One problem of entering text into devices having small form factors (like cellular phones, personal digital assistants (PDAs), and others like the RIM-Blackberry and Apple-iPod) has existed for a while now. This problem is of specific importance because these devices, given their form-factors, lack a full-size keyboard (found in desktop computers or laptops) and hence inputting text using the alternative input methods is painful and slow. Text Input technologies have many practical mobile applications that include text-messaging (short messaging service or SMS, multimedia messaging service or MMS, email, instant messaging or IM), wireless internet browsing, wireless content search, and mobile personal information management. A brief background on text input technologies is provided next.

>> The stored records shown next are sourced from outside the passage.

"""Expressions whose value the text of the file tells: constants, and what is put together from them.

`Constants.evaluate(node, scope)` gives a `Spelled` text, an int, a tuple (any written-out sequence) or a dict
of them, or raises `Opaque` with the reason. A name counts only where everything that it may be bound to is
the same text; what is mutable counts only where nothing in the file could change it.

Values come from `ast`, spellings from libcst (`finder`), and where the two disagree about a literal the
value stays and its characters have no places of their own.
"""

from __future__ import annotations

import ast
import string
from collections.abc import Sequence
from typing import TypeAlias, Union

from patlint.source import calls, reasons
from patlint.source.engine import Engine
from patlint.source.finder import Hole, Unspelled, read_literal
from patlint.source.formatting import percent, replacement_field
from patlint.source.index import AttributeUse, Index
from patlint.source.literals import Run
from patlint.source.places import Text
from patlint.source.reasons import Opaque
from patlint.source.scopes import Binding, Scope
from patlint.source.spelled import Spelled, join, repeat, without_spelling

Value: TypeAlias = Union[Spelled, int, tuple["Value", ...], dict[str, "Value"]]
Environment: TypeAlias = dict[str, Value]

DEEPEST = 80
"""Expressions inside expressions (chains of `+` count as one), names followed through names included."""
MOST_STEPS = 50_000
"""Expressions evaluated for one file's pattern. A table of 5,000 words takes 5,000."""
_STRING_MODULE = frozenset(
    "ascii_letters ascii_lowercase ascii_uppercase digits hexdigits octdigits punctuation whitespace printable".split()
)
_MUTABLE = (ast.List, ast.Dict, ast.Set, ast.ListComp)
_READING = frozenset({"join", "items", "keys", "values", "get", "copy", "index", "count"})
_HARMLESS = frozenset({"len", "sorted", "tuple", "list", "set", "frozenset", "map", "any", "all", "enumerate", "zip"})
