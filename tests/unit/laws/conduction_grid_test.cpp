#include "laws/conduction_grid.h"

#include <catch2/catch.hpp>
#include <cmath>
#include <numbers>
#include <stdexcept>
#include <string>
#include <vector>

#include "laws/wall_response.h"

using namespace gaskettle;

namespace {

const WallLayer steel{0.010, 50.0, 7850.0, 450.0, 0.0};
const WallLayer wool{0.050, 0.04, 100.0, 840.0, 0.0};
const WallLayer sheet{0.0008, 160.0, 2800.0, 880.0, 1e-3};

WallSpec wall_of(WallShape shape, std::vector<WallLayer> layers, double inner_film, double outer_film) {
  return {shape, 0.25, std::move(layers), inner_film, outer_film, false};
}

/// 1 / (resistance from inner gas to outer gas) along the grid's links, per inner area.
double steady_conductance(const WallSpec& wall, const ConductionGrid& grid) {
  double resistance = 1.0 / wall.inner_film + 1.0 / (wall.outer_film * grid.outer_area_ratio);
  for (const ConductionLink& link : grid.links) resistance += 1.0 / conductance(wall, link);
  return 1.0 / resistance;
}

double total_capacity(const ConductionGrid& grid) {
  double sum = 0.0;
  for (const ConductionNode& node : grid.nodes) sum += node.heat_capacity;
  return sum;
}

using Matrix = std::vector<std::vector<double>>;
Matrix product(const Matrix& a, const Matrix& b) {
  Matrix c(a.size(), std::vector<double>(a.size(), 0.0));
  for (std::size_t i = 0; i < a.size(); ++i)
    for (std::size_t k = 0; k < a.size(); ++k)
      for (std::size_t j = 0; j < a.size(); ++j) c[i][j] += a[i][k] * b[k][j];
  return c;
}

/// exp(A) by Taylor series and squaring: A / 2^20 is tiny, 12 terms leave nothing but rounding times 2^20.
Matrix exponential(Matrix a) {
  const std::size_t n = a.size();
  for (auto& row : a)
    for (double& x : row) x /= 1048576.0;
  Matrix sum(n, std::vector<double>(n, 0.0));
  for (std::size_t i = 0; i < n; ++i) sum[i][i] = 1.0;
  Matrix term = sum;
  for (int order = 1; order <= 12; ++order) {
    term = product(term, a);
    for (std::size_t i = 0; i < n; ++i)
      for (std::size_t j = 0; j < n; ++j) sum[i][j] += (term[i][j] /= order);
  }
  for (int i = 0; i < 20; ++i) sum = product(sum, sum);
  return sum;
}
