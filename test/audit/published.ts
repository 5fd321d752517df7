import { readFileSync } from 'node:fs';

const column = (file: string): readonly string[] =>
  readFileSync(new URL(`../../fixtures/published/${file}`, import.meta.url), 'utf8')
    .split('\n')
    .slice(1)
    .map((line) => line.split('\t')[0] ?? '')
    .filter((text) => text !== '');

/** Half-reactions of the published tables, each with its source in the file. */
export const publishedHalves = (): readonly string[] => column('standard-potentials.tsv');

/** Equilibria of the published tables. */
export const publishedEquilibria = (): readonly string[] => column('equilibria.tsv');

Text prediction methods may be broadly classified into three categories: (a) prediction based on unambiguous partial-spelling of the text, also referred to as word-completion, (b) prediction based on ambiguous partial-spelling of text, and (c) prediction based on ambiguous full-spelling of text.
Prediction based on unambiguous partial-spelling of the text: Word completion techniques are typically employed on devices which have some form of a keyboard (examples include mobile devices with a mini-qwerty keyboard as in Blackberry; word-editors running on personal computers, laptops and tablet PCs; personal digital assistants with soft-keys and/or hand-writing recognition software). In these devices, the presence of individual distinct buttons for all characters implies unambiguous input of letters. Obviously, the word completion techniques attempt to predict the word based on partially entered letters corresponding to the spelling of the text; thereby attempting to increase the overall speed of text input.
Prediction based on ambiguous full-spelling of text: Companies like Tegic-T9, Motorola-iTap, ZiCorp-EZiText, Eatoni, and others have introduced variants of predictive text input process for the 9-digit telephone keypad. These methods use the initial typed letters (which are ambiguous because a single key-press may imply any of 3-4 letters) to generate a possible combination sequence, followed by a search against a lexicon of words, to predict the word; which is then displayed onto the mobile-device screen. For instance, using the Tegic-T9 method, a user keys in the characters “C” and “A” (by tapping keys “2” and “2” respectively), and subsequently the process may predict the word “CALL” (although “BALL” may very well be an alternative). Another example is when a user attempts to dial a number using contacts on a mobile device, the user presses the buttons “5” and “6” and the underlying process predicts the name “JOHN”. These predictive-text-input methods have proven to increase the speed of text-input compared to standard multi-tap based methods.
Prediction based on ambiguous partial-spelling of text: Tegic-T9 recently introduced an XT9 enhancement which attempts to predict text (a word and/or even the next word) based on ambiguous partial-spelling of that text. This may be viewed as a combination of ambiguous full-spelling based prediction and unambiguous partial-spelling based prediction described above. In addition to standard 9-digit keypad based devices (which are inherently ambiguous inputs because of lack of individual keys for distinct letters) this technology also addresses scenarios wherein users mistype keys on devices having distinct keys. The keys, although distinct, are very small and hence it is likely that a wrong neighboring key gets pressed giving rise to ambiguous inputs.
Speech-to-Text systems attempt to convert spoken text into text with the hope that a user could simply speak an entire sentence and the device could type the same. This technology, also referred to as “continuous speech recognition”, has made several advances over the past five decades. Unfortunately, its performance is not satisfactory for wide commercial usage.